In the film, Lester Burnham (Kevin Spacey) plays a middle-aged, middle-class suburbanite, with seemingly everything he could desire. He has a good, well-paying job, a beautiful wife (Annette Bening), a large luxurious house, and a lovely daughter (Thora Birch). Yet, with all of this, he is not happy. In fact, all of these things are not quite what they seem. His employer is facing cutbacks, and he may soon lose his job. His marriage is in shambles, and his daughter openly hates him. Early, we see him masturbating in the shower – in a voiceover he states this is the high point of his day. All is not well in the house of Burnham.

All of this changes when Lester meets Angela (Mena Suvari), his daughter Jane’s gorgeous, cheerleader friend. On first seeing Angela during a cheer routine, Lester feels a special, lustful connection. Later that night, Lester overhears Angela playfully telling Jane that if he would only work out, he would be sexy. His lust over this teenage vixen becomes the catalyst for the film and Lester’s very life.

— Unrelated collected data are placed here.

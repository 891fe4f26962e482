"""Time courses, flows and catalysts that meet themselves: from the study file to the answer."""

from __future__ import annotations

import json
from dataclasses import replace
from pathlib import Path

import numpy as np
import pytest
from click.testing import CliRunner
from declared_study import edited, load

from thermo_pp.cli import main
from thermo_pp.errors import StudyError
from thermo_pp.kinetics.courses import TimeCourse
from thermo_pp.output.courses import time_course_tables
from thermo_pp.output.tables import Table
from thermo_pp.study.load import Study
from thermo_pp.units import GAS_J_MOL_K

T = 298.15


def species(name: str, formula: str, enthalpy: float, entropy: float) -> str:
    return (
        f'[species.{name}]\ncomposition = "{formula}"\n'
        f'enthalpy = "{enthalpy} kJ/mol"\nentropy = "{entropy} J/mol/K"\n'
    )


def study(
    folder: Path,
    conditions: str,
    members: list[tuple[str, str, float, float]],
    steps: list[tuple[str, str]],
    question: str,
    **options: object,
) -> Study:
    """Write a study in solution, at 1 mol/L, and load it."""
    text = '[treatment]\nphase = "solution"\nstandard_state = "1 mol/L"\n[conditions]\n'
    text += conditions + "\n"
    text += "".join(species(*member) for member in members)
    for equation, how in steps:
        text += f'[[steps]]\nequation = "{equation}"\n{how}\n'
    return load(folder, f"{text}[effective]\n{question}\n", **options)


SECOND = [("A", "CO", 0.0, 100.0), ("B", "H2", 0.0, 90.0), ("C", "CH2O", -30.0, 110.0),
          ("P", "CH2O", -70.0, 110.0), ("T1", "CH2O", 30.0, 120.0), ("T2", "CH2O", 45.0, 115.0)]  # fmt: skip
SECOND_STEPS = [("A + B = C", 'through = "T1"'), ("C = P", 'through = "T2"')]
AP = 'reactant = "A"\nproduct = "P"'


def second(
    folder: Path, *kelvin: float, moved: tuple[str, float] = ("", 0.0), more: str = ""
) -> Study:
    members = [
        (name, formula, h + (moved[1] if name == moved[0] else 0.0), s)
        for name, formula, h, s in SECOND
    ]
    conditions = f"temperatures = {list(kelvin) or [T]}\n"
    conditions += more or 'initial = { A = "0.1 mol/L", B = "0.3 mol/L" }'
    return study(folder, conditions, members, SECOND_STEPS, AP)


def at_conversion(course: TimeCourse, level: float) -> float:
    """ln of the rate where [A] has come to `level`, between the times of a course."""
    a = np.log(course.concentration_mol_l["A"])
    assert course.rate_mol_l_s is not None
    return float(np.interp(-np.log(level), -a, np.log(course.rate_mol_l_s)))


def test_a_course_conserves_and_ends_in_equilibrium(tmp_path: Path) -> None:
    [course] = second(tmp_path).transient().courses
    there = course.concentration_mol_l
    carbon = there["A"] + there["C"] + there["P"]
    assert carbon == pytest.approx(np.full(len(carbon), 0.1), rel=1e-12)
    assert there["B"] - there["A"] == pytest.approx(np.full(len(carbon), 0.2), rel=1e-12)
    assert course.at_equilibrium
    assert course.end_mol_l is not None
    for name, values in there.items():
        assert values[-1] == pytest.approx(course.end_mol_l[name], rel=1e-8), name
    # the equilibrium by hand: K of A + B = P
    k = np.exp((70_000.0 / T + 110.0 - 190.0) / GAS_J_MOL_K)
    end = course.end_mol_l
    assert end["P"] / (end["A"] * end["B"]) == pytest.approx(k, rel=1e-9)
    times = np.diff(np.log(course.time_s))
    assert times == pytest.approx(np.full(len(times), times[0]))
    assert course.time_s[0] == pytest.approx(course.fastest_lifetime_s)
    assert course.time_s[-1] >= 23.0 * course.slowest_lifetime_s
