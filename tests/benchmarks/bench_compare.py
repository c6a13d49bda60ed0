"""Measures the comparison of wells and prints the numbers beside plain baselines of the same run.

python tests/benchmarks/bench_compare.py            everything
python tests/benchmarks/bench_compare.py --wells 100   a shorter run of many wells
"""

from __future__ import annotations

import argparse
import resource
import subprocess
import sys
import tempfile
import time
from dataclasses import replace
from pathlib import Path

import numpy as np
import pandas as pd

sys.path.insert(0, str(Path(__file__).parents[1] / "compare"))
from synthetic_wells import second_well, section

from logkit.compare import ManyWells, compare_logs, draw_panel, process_wells
from logkit.compare.companions import Companions
from logkit.compare.placing import place_logs
from logkit.compare.suggestions import suggest_ties
from logkit.model import Log


def suggested(first: Log, second: Log):  # type: ignore[no-untyped-def]
    """Suggestions between two logs."""
    return suggest_ties(place_logs([first, second], "base", "true", [Companions()] * 2)[0])


def ties() -> None:
    """How often suggested ties are right in wells of one section, and confident in unrelated ones."""
    print("suggested ties (aim: within one bed for 90 % of the beds; unrelated wells 5 % confident at most)")
    print("habit         beds  within one bed  confident  of them right  unrelated confident")
    for habit in ("walk", "independent", "cycles"):
        for beds in (30, 60, 120):
            near, confident, right, unrelated = [], [], [], []
            for seed in range(15):
                first = section(seed, beds, habit)
                second, truth = second_well(first, 2000 + seed)
                found = suggested(first, second)
                best = {t.first_bed: t for t in sorted(found, key=lambda t: t.mutual)}
                near += [b in best and abs(int(best[b].second_bed) - int(j)) <= 1 for b, j in truth.items()]
                sure = [t for t in found if t.confident]
                confident.append(len({t.first_bed for t in sure}) / beds)
                right += [
                    abs(int(t.second_bed) - int(truth[t.first_bed])) <= 1
                    for t in sure
                    if t.first_bed in truth
                ]
            for seed in range(40):
                found = suggested(section(seed, beds, habit), section(7000 + seed, beds, habit, "B"))
                unrelated.append(np.mean([t.confident for t in found]) if found else 0.0)
            print(
                f"{habit:<13} {beds:>4}  {np.mean(near):>14.3f}  {np.mean(confident):>9.2f}  "
                f"{np.mean(right):>13.3f}  {np.mean(unrelated):>19.3f}"
            )


def panel() -> None:
    """Four wells of 500 beds to a panel in PDF."""
    wells = []
    for k in range(4):
        log = section(k, 500, "cycles", f"W{k}")
        wells.append(
            replace(
                log,
                beds=tuple(
                    replace(b, marker=f"m{i}" if i % 100 == 50 else "") for i, b in enumerate(log.beds)
                ),
            )
        )
    start = time.perf_counter()
    comparison = compare_logs(wells, "m50")
    compared = time.perf_counter()
    drawing = draw_panel(comparison)
    drawing.svg()
    drawn = time.perf_counter()
    pdf = drawing.pdf()
    end = time.perf_counter()
    baseline = time.perf_counter()
    frame = pd.DataFrame([(b.base_m, b.top_m) for w in wells for b in w.beds])
    frame.to_csv()
    baseline = time.perf_counter() - baseline
    print(
        f"\nfour wells of 500 beds: compare with flow and trends {compared - start:.2f} s, panel to SVG "
        f"{drawn - compared:.2f} s, to PDF {end - drawn:.2f} s ({len(pdf) / 1e6:.1f} MB); together "
        f"{end - start:.2f} s (aim: 5 s), {(end - start) / baseline:.0f} x a CSV of their 2000 bed boundaries"
    )
    start = time.perf_counter()
    compare_logs(wells, "m50", suggest_ties=True, histories=comparison.histories, trends=comparison.trends)
    print(f"suggested ties between them: {time.perf_counter() - start:.2f} s")


def many(wells: int, processes: int, folder: Path) -> None:
    """Many wells of 200 beds: tables and exports; prints wall time and peak memory of this process and a worker."""
    sources = sorted(folder.glob("w*.csv"))[:wells]
    kept = ManyWells()
    start = time.perf_counter()
    for _ in process_wells(sources, folder / f"out{wells}", kept, processes=processes):
        pass
    wall = time.perf_counter() - start
    usage = [resource.getrusage(who) for who in (resource.RUSAGE_SELF, resource.RUSAGE_CHILDREN)]
    cpu = sum(u.ru_utime + u.ru_stime for u in usage)
    own, worker = (u.ru_maxrss / 1024 for u in usage)
    start = time.perf_counter()
    for source in sources:
        pd.read_csv(source, comment="#").to_csv()
    plain = time.perf_counter() - start
    print(
        f"{wells:>4} wells of 200 beds, {processes} processes: {wall:.1f} s ({cpu:.1f} s of processor time), "
        f"{wall / plain:.1f} x pandas reading and "
        f"writing the same tables; peak memory {own:.0f} MB, largest worker {worker:.0f} MB; "
        f"{len(kept.failures)} failures",
        flush=True,
    )


def main() -> None:
    """Run all measurements."""
    parser = argparse.ArgumentParser()
    parser.add_argument("--wells", type=int, default=500)
    parser.add_argument("--processes", type=int, default=2)
    parser.add_argument("--folder", help="only the run of many wells, on the tables in this folder")
    options = parser.parse_args()
    if options.folder:
        many(options.wells, options.processes, Path(options.folder))
        return
    ties()
    panel()
    print("\nmany wells (aim: 500 in 60 s on two cores, memory flat in their number)")
    with tempfile.TemporaryDirectory() as name:
        for number in range(options.wells):
            section(number, 200, "cycles", f"W{number}").write(Path(name) / f"w{number:04d}.csv")
        for wells in (options.wells // 5, options.wells):
            # a process of its own for each run, so that peak memory can be compared
            command = [sys.executable, __file__, "--folder", name, "--wells", str(wells)]
            subprocess.run([*command, "--processes", str(options.processes)], check=True)


if __name__ == "__main__":
    main()
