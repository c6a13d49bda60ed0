"""Measures reading and checking of a table of 5,000 beds, beside `pandas.read_csv` of the same file in one run.

python tests/benchmarks/bench_reading.py [BEDS]
"""

from __future__ import annotations

import random
import resource
import statistics
import sys
import tempfile
import time
from collections.abc import Callable
from pathlib import Path

import pandas as pd

from logkit.tables import read_log

HEAD = """# title: invented section for timing
# section: Z-1
# direction: up
# unit: cm
# setting: river
# bedding: 112/14
# declination: -3.5
Bed,Base (m),Thickness (cm),Lith,Grain size,Structures,Sets (cm),Base contact,Palaeocurrent,BI,Colour,Samples,Notes
"""
KINDS = (
    ("sst", ("mU", "mL-mU", "fU→vfL", "cL", "0.25 mm", "fL"), ("tr x-bed", "St", "Sp", "low-angle xb"), True),
    ("sst", ("fL", "vfU→vfL", "vfU"), ("rip xl", "climbing rip", "Sr"), False),
    ("mdst", ("",), ("mass", "roots", "lam"), False),
    ("slst", ("c slt",), ("fine lamination",), False),
    ("cgl", ("gran-pbl", "pbl"), ("Gm",), False),
)


def table(beds: int, seed: int = 1) -> str:
    """A table of that many beds; readings, thicknesses and notes differ from row to row as in the field."""
    rng = random.Random(seed)
    rows = []
    height = 0.0
    for number in range(1, beds + 1):
        rock, sizes, structures, sets = rng.choice(KINDS)
        thickness = max(2, round(rng.lognormvariate(3.4, 0.7)))
        low = max(1, thickness // 8)
        current = f'"fs {rng.randint(18, 38)}/{rng.randrange(360):03d}, {rng.randint(18, 38)}/{rng.randrange(360):03d}"'
        cells = (
            str(number), f"{height:.2f}" if number % 25 == 1 else "", str(thickness), rock, rng.choice(sizes),
            rng.choice(structures), f"{low}-{2 * low} n={rng.randint(3, 9)}" if sets else "",
            rng.choice(("sharp", "grad 3", f'"ero, relief {rng.randint(1, low)}"')), current if sets else "",
            str(rng.randint(0, 4)), rng.choice(("10YR 6/4", "5Y 6/1", "5YR 5/4")),
            f"S-{number}" if number % 9 == 0 else "", f"note {number}" if number % 4 == 0 else "",
        )  # fmt: skip
        rows.append(",".join(cells))
        height += thickness / 100
    return HEAD + "\n".join(rows) + "\n"


def seconds(work: Callable[[], object], repeats: int) -> list[float]:
    """Durations of repeated calls, s."""
    taken = []
    for _ in range(repeats):
        start = time.perf_counter()
        work()
        taken.append(time.perf_counter() - start)
    return taken


def main() -> int:
    """Command line of this script."""
    beds = int(sys.argv[1]) if len(sys.argv) > 1 else 5000
    with tempfile.TemporaryDirectory() as folder:
        path = Path(folder) / "beds.csv"
        path.write_text(table(beds), encoding="utf-8")
        first = seconds(lambda: read_log(path), 1)[0]
        again = statistics.median(seconds(lambda: read_log(path), 3))
        plain = statistics.median(seconds(lambda: pd.read_csv(path, comment="#"), 7))
        peak = resource.getrusage(resource.RUSAGE_SELF).ru_maxrss / 1024
        log = read_log(path)
    counts = {level: log.count(level) for level in ("error", "question", "note")}
    print(f"{beds} beds, {len(log.beds)} read, findings {counts}")
    print(f"pandas.read_csv (baseline)     {plain * 1e3:8.1f} ms")
    print(f"read_log, first in the process {first * 1e3:8.1f} ms   {first / plain:6.1f} x baseline")
    print(f"read_log, again                {again * 1e3:8.1f} ms   {again / plain:6.1f} x baseline")
    print(f"memory of the whole process at its peak, pandas and interpreter included: {peak:.0f} MB")
    return 0


if __name__ == "__main__":
    sys.exit(main())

Soon after Lester quits his job, in fact, he bilks the company for a year’s salary by threatening to disclose scandalous information that he has become privy to. He begins smoking pot, and buys a hot rod. He plays with remote control cars, takes a job at a fast food joint, and starts working out. In every way, he reverts back to his teenage years. Even the soundtrack begins blaring out classic rock tunes from the 1970s. Finally after years, decades even, of feeling low, miserable, and not alive, he feels great.

This reversion back to his glory days is only the beginning. It is a reversion back to the days when he had fun when he felt alive. But he is not a man who will stop there. This is just the beginning point to a lifelong conversion of living a full life, as opposed to a life full of the right things, but that is ultimately empty. Or it would be if he was not shortly dead (this is not nearly the spoiler you might think it is, for Lester announced his death within the first minutes of the film.) Toward the end of the film, we can see that Lester is already outgrowing his childish behavior. When he yells at his daughter, he immediately feels the sting of regret. When given the chance to indulge in his lusts, he backs away, understanding that it is not right. Just as the music changed to classic rock with the first change, here it has changed again, turning into the same classic rock being covered by newer, contemporary artists.

Many will probably say that using the lust for a teen, and illicit drug use as a catalyst for change, is not a change for the better. I can already hear my mother scolding me for having seen the movie, much less reviewed it from 2,000 miles away in Oklahoma. Yet, here it works and works well. I don’t believe the film is saying that these things should be the means to a change, these things only served as means for this character to break free from the rut that had become his life. There is a telling scene where Lester and his wife are overcome with sexual desire. As he dips his wife to kiss her, she stops the embrace because he is near to spilling his glass of wine on an expensive couch. An argument ensues with Lester proclaiming that “it’s just a couch,” while his wife is horrified at the thought of ruining said couch. There lies one of the central themes of the film. That these characters are so wrapped up in the material that they lose sight of the better pleasure of life, including lovemaking.

It is not a perfect film. The Burnham’s neighbor, Col. Fritts (Chris Cooper) seems a caricatured archetype. He plays a hateful, homophobe who really carries deep-rooted homosexual tendencies. It is too outlandish to be considered real. Though it must be said the part is played marvelously by Chris Cooper. Jane’s speech about being a freak too may move the young kids who consider themselves the nonconformist, shy type, but it is too after-school special for my tastes.

I’ve left out some of the best scenes and an important character, Ricky Fitts (Wes Bentley). He plays the drug-dealing son of Col. Fritts, who likes to record everything on his video camera. There is a moving scene in which he and Jane watch an old tape he recorded of a plastic bag floating through the air. It is a moving, poetic scene that conjures up thoughts of the futility of life and its very beauty. It is that type of movie. It creates beautiful, moving, simple scenes that bring a sense of hope to live, while at the same time, showing the ultimate horror of living it.